Precautionary measures have forced employees worldwide to work from home, regardless of industry or sector.

According to a 2019 study, remote working employees “worked 1.4 more days every month, or 16.8 more days every year” than people who worked in an office. The same study shows that the difference in ease of focusing on work at home vs office is negligible. While 8 per cent of respondents in WFH category said it was hard to focus, 6 per cent of employees working from offices said the same thing.

Another survey claimed that employees who work from home at least once a month are 24 per cent more likely to feel happy at work.

The new normal

BlackRock Inc. Chief Executive Officer Larry Fink said the work-from-home revolution will have lasting effects, including pushing down demand for commercial real estate.

Fink said that after businesses were forced to run from mostly remote setups during the coronavirus crisis, many companies will choose not to bring all their workers back to the office even when it is safe to do so.

“I don’t think any company’s going to go back to 100% of the workforce in the office,” Fink said Thursday at a virtual event from Saudi Arabia’s Future Investment Initiative Institute. “That means less congestion in cities. It means, more importantly, less need for commercial real estate. So to me that’s one of the great outcomes of this.”

No work-life balance

However, many UAE residents said that maintaning a work-life balance is harder when working remotely.

An executive at JPMorgan Chase & Co. gets unapologetic messages from colleagues on nights and weekends, including a notably demanding one on Easter Sunday. A web designer whose bedroom doubles as an office has to set an alarm to remind himself to eat during his non-stop workday. At Intel Corp., a vice president with four kids logs 13-hour days while attempting to juggle her parenting duties and her job.

Six weeks into a global work-from-home experiment with no end in sight, whatever boundaries remained between work and life have almost entirely disappeared.

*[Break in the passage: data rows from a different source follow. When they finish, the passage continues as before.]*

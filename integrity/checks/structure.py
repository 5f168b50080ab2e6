"""Checks of form: schema, shapes, finite values, checksum, electron counts, core energy parts."""

from __future__ import annotations

import math

import numpy as np

from integrity.checks.registry import (
    OUTSIDE_FINGERPRINT,
    Result,
    at_element,
    at_field,
    failed,
    judged,
    passed,
    register,
    skipped,
    warned,
)
from integrity.io.schema import file_problems
from integrity.model.fingerprint import fingerprint
from integrity.model.hamiltonian import shape_problems
from integrity.model.slabs import current_slab_bytes

#: problems a message names; the result's details list every one
MAX_LISTED = 5


def listing(pairs) -> tuple[str, dict]:
    """A short text of the first problems and the details that list them all.

    ``pairs`` are (field, reason); the text names ``MAX_LISTED`` of them.
    """
    pairs = list(pairs)
    shown = "; ".join(f"{field}: {reason}" for field, reason in pairs[:MAX_LISTED])
    if len(pairs) > MAX_LISTED:
        shown += f"; and {len(pairs) - MAX_LISTED} more (the result's details list all {len(pairs)})"
    return shown, {"problems": [{"field": field, "reason": reason} for field, reason in pairs]}


def _listing(problems, locate) -> tuple[str, dict]:
    return listing((locate(p.path), p.message) for p in problems)


@register("schema", needs_hamiltonian=False)
def check_schema(ham, ctx) -> Result:
    """The metadata against schemas/hamiltonian.schema.json (JSON text or HDF5 tree)."""
    doc = ctx.document
    if doc is None:
        from integrity.io.content import content_from_hamiltonian
        from integrity.io.hdf5 import location, tree_of_content

        tree, entry, locate, notes = tree_of_content(content_from_hamiltonian(ham)), "hdf5_tree", location, ()
    else:
        tree, entry, locate, notes = doc.tree, doc.schema_entry, doc.locate, doc.notes
    problems = file_problems(tree, entry, notes)
    build_error = getattr(ctx, "build_error", None)
    if problems:
        text, details = _listing(problems, locate)
        return failed(
            f"{len(problems)} schema problem(s): {text}",
            value=float(len(problems)),
            limit=0.0,
            where=at_field(locate(problems[0].path)),
            details=details,
        )
    if build_error is not None and not _is_shape_error(build_error):
        return failed(
            f"the metadata is inconsistent: {build_error}",
            value=1.0,
            limit=0.0,
            where=at_field(build_error.field),
        )
    return passed(f"the metadata follows the schema ({entry})", value=0.0, limit=0.0)


def _is_shape_error(error) -> bool:
    return bool(error.field) and error.field.split(".")[0].strip("/") in ("one_electron", "two_electron")


def declared_arrays(doc) -> dict | None:
    """Shapes and dtypes the file declares, read without the values (None if not stated)."""
    tree = doc.tree
    out = {}
    for key in ("one_electron", "two_electron"):
        node = tree.get(key)
        if not isinstance(node, dict) or not _is_shape(node.get("shape")):
            return None
        if doc.container == "hdf5":
            dtype = node.get("dtype")
        else:
            dtype = "complex128" if "real" in node else "float64"
        out[key] = {"shape": tuple(node["shape"]), "dtype": dtype, "node": node}
    return out


def _is_shape(value) -> bool:
    """A list of non-negative integers (booleans and integers beyond 64 bits are not extents)."""
    return isinstance(value, list) and all(type(v) is int and 0 <= v < 2**63 for v in value)


def _json_length_problems(doc, declared) -> list[tuple[str, str]]:
    found = []
    for key, info in declared.items():
        expected = math.prod(info["shape"])
        for part in ("data", "real", "imag"):
            values = info["node"].get(part)
            if isinstance(values, list) and len(values) != expected:
                found.append(
                    (
                        f"{key}.{part}",
                        f"shape {list(info['shape'])} needs {expected} values, "
                        f"the list holds {len(values)} (a truncated or damaged array)",
                    )
                )
    return found
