import { ConflictException, ForbiddenException, Injectable, NotFoundException } from '@nestjs/common';
import { InjectRepository } from '@nestjs/typeorm';
import { Repository } from 'typeorm';
import type { LockedNotebookDetails, MemberRole, NotebookStatus } from '@cribra/contracts';
import { NotebookEntity } from '../notebooks/notebook.entity';
import { NotebookMemberEntity } from './notebook-member.entity';

/** Everything a person may try to do with a notebook. The one list every permission check uses. */
export type NotebookAction =
  | 'notebook.read'
  | 'notebook.update'
  | 'notebook.delete'
  | 'members.read'
  | 'members.manage'
  | 'cells.edit'
  | 'runs.create'
  | 'runs.cancel'
  | 'uploads.create'
  | 'uploads.delete'
  | 'export'
  | 'audit.read';

/** The acting person as the policy needs it. */
export interface Actor {
  id: string;
  siteRole: 'admin' | 'member';
}

/** Roles allowed per action (site admins may do everything). */
const MATRIX: Record<NotebookAction, readonly MemberRole[]> = {
  'notebook.read': ['owner', 'editor', 'reviewer', 'viewer'],
  'notebook.update': ['owner', 'editor'],
  'notebook.delete': ['owner'],
  'members.read': ['owner', 'editor', 'reviewer', 'viewer'],
  'members.manage': ['owner'],
  'cells.edit': ['owner', 'editor'],
  // Reviewers re-run cells to check them.
  'runs.create': ['owner', 'editor', 'reviewer'],
  'runs.cancel': ['owner', 'editor', 'reviewer'],
  'uploads.create': ['owner', 'editor'],
  'uploads.delete': ['owner', 'editor'],
  export: ['owner', 'editor', 'reviewer', 'viewer'],
  'audit.read': ['owner'],
};

/** Actions that change a notebook's content: refused on a locked notebook, whoever asks. */
const CHANGES_CONTENT: ReadonlySet<NotebookAction> = new Set([
  'notebook.update',
  'notebook.delete',
  'cells.edit',
  'runs.create',
  'runs.cancel',
  'uploads.create',
  'uploads.delete',
]);

export interface Authorized {
  notebook: NotebookEntity;
  role: MemberRole | null;
}

/**
 * All notebook permission decisions live here (guards and services only ask this service).
 * `can` decides; `authorize` loads the notebook and the membership and throws 404 / 403 / 409.
 */
@Injectable()
export class NotebookPolicyService {
  constructor(
    @InjectRepository(NotebookEntity) private readonly notebooks: Repository<NotebookEntity>,
    @InjectRepository(NotebookMemberEntity) private readonly members: Repository<NotebookMemberEntity>,
  ) {}

  /** Pure decision from the actor's role and the notebook's status. */
  can(actor: Actor, action: NotebookAction, notebook: { status: NotebookStatus }, role: MemberRole | null): boolean {
    if (notebook.status === 'locked' && CHANGES_CONTENT.has(action)) return false;
    if (actor.siteRole === 'admin') return true;
    return role !== null && MATRIX[action].includes(role);
  }

  async roleOf(userId: string, notebookId: string): Promise<MemberRole | null> {
    const m = await this.members.findOne({ where: { notebookId, userId } });
    return m?.role ?? null;
  }

  /** Loads the notebook and checks `action`; 404 unknown, 409 locked, 403 not allowed. */
  async authorize(actor: Actor, action: NotebookAction, notebookId: string): Promise<Authorized> {
    const notebook = await this.notebooks.findOne({ where: { id: notebookId } });
    if (!notebook) throw new NotFoundException('Notebook not found');
    const role = await this.roleOf(actor.id, notebookId);
    if (this.can(actor, action, notebook, role)) return { notebook, role };
    if (role === null && actor.siteRole !== 'admin') {
      throw new ForbiddenException('You are not a member of this notebook');
    }
    if (notebook.status === 'locked' && CHANGES_CONTENT.has(action)) {
      const details: LockedNotebookDetails = { reason: 'notebook_locked', notebookId };
      throw new ConflictException({ message: 'This notebook is locked; duplicate it to make changes', details });
    }
    throw new ForbiddenException(`A ${role} of this notebook may not do this (${action})`);
  }
}
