import { Body, Controller, Delete, Get, HttpCode, Param, ParseUUIDPipe, Patch, Post, UseGuards } from '@nestjs/common';
import { ApiCookieAuth, ApiOperation, ApiTags } from '@nestjs/swagger';
import type { MemberView } from '@cribra/contracts';
import { CurrentUser, SignedInGuard } from '../common';
import type { UserEntity } from '../users/user.entity';
import { AddMemberDto } from './dto/add-member.dto';
import { UpdateMemberDto } from './dto/update-member.dto';
import { MembersService } from './members.service';
import { NotebookPolicyService } from './notebook-policy.service';

@ApiTags('members')
@ApiCookieAuth()
@UseGuards(SignedInGuard)
@Controller('notebooks/:id/members')
export class MembersController {
  constructor(
    private readonly members: MembersService,
    private readonly policy: NotebookPolicyService,
  ) {}

  @Get()
  @ApiOperation({ summary: 'Members of a notebook with their roles' })
  async list(@CurrentUser() user: UserEntity, @Param('id', ParseUUIDPipe) id: string): Promise<MemberView[]> {
    await this.policy.authorize(user, 'members.read', id);
    return this.members.list(id);
  }

  @Post()
  @ApiOperation({ summary: 'Add an existing user as editor, reviewer or viewer' })
  async add(
    @CurrentUser() user: UserEntity,
    @Param('id', ParseUUIDPipe) id: string,
    @Body() body: AddMemberDto,
  ): Promise<MemberView> {
    await this.policy.authorize(user, 'members.manage', id);
    return this.members.add(user.id, id, body.email, body.role);
  }

  @Patch(':userId')
  @ApiOperation({ summary: "Change a member's role" })
  async update(
    @CurrentUser() user: UserEntity,
    @Param('id', ParseUUIDPipe) id: string,
    @Param('userId', ParseUUIDPipe) userId: string,
    @Body() body: UpdateMemberDto,
  ): Promise<MemberView> {
    await this.policy.authorize(user, 'members.manage', id);
    return this.members.changeRole(user.id, id, userId, body.role);
  }

  @Delete(':userId')
  @HttpCode(204)
  @ApiOperation({ summary: 'Remove a member' })
  async remove(
    @CurrentUser() user: UserEntity,
    @Param('id', ParseUUIDPipe) id: string,
    @Param('userId', ParseUUIDPipe) userId: string,
  ): Promise<void> {
    await this.policy.authorize(user, 'members.manage', id);
    await this.members.remove(user.id, id, userId);
  }
}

The 9-to-5 workday, or any semblance of it, seems like a relic of a bygone era. Long gone are the regretful formalities for calling or emailing at inappropriate times. Burnt-out employees feel like they have even less free time than when they wasted hours commuting.

Parents with kids at home are stretched particularly thin, Bloomberg reported, as they squeeze work in between child-care duties, which now include virtual learning sessions. In two-thirds of married couples with children in the US, both parents work, leaving nobody available to watch the kids while the other partner is on the job.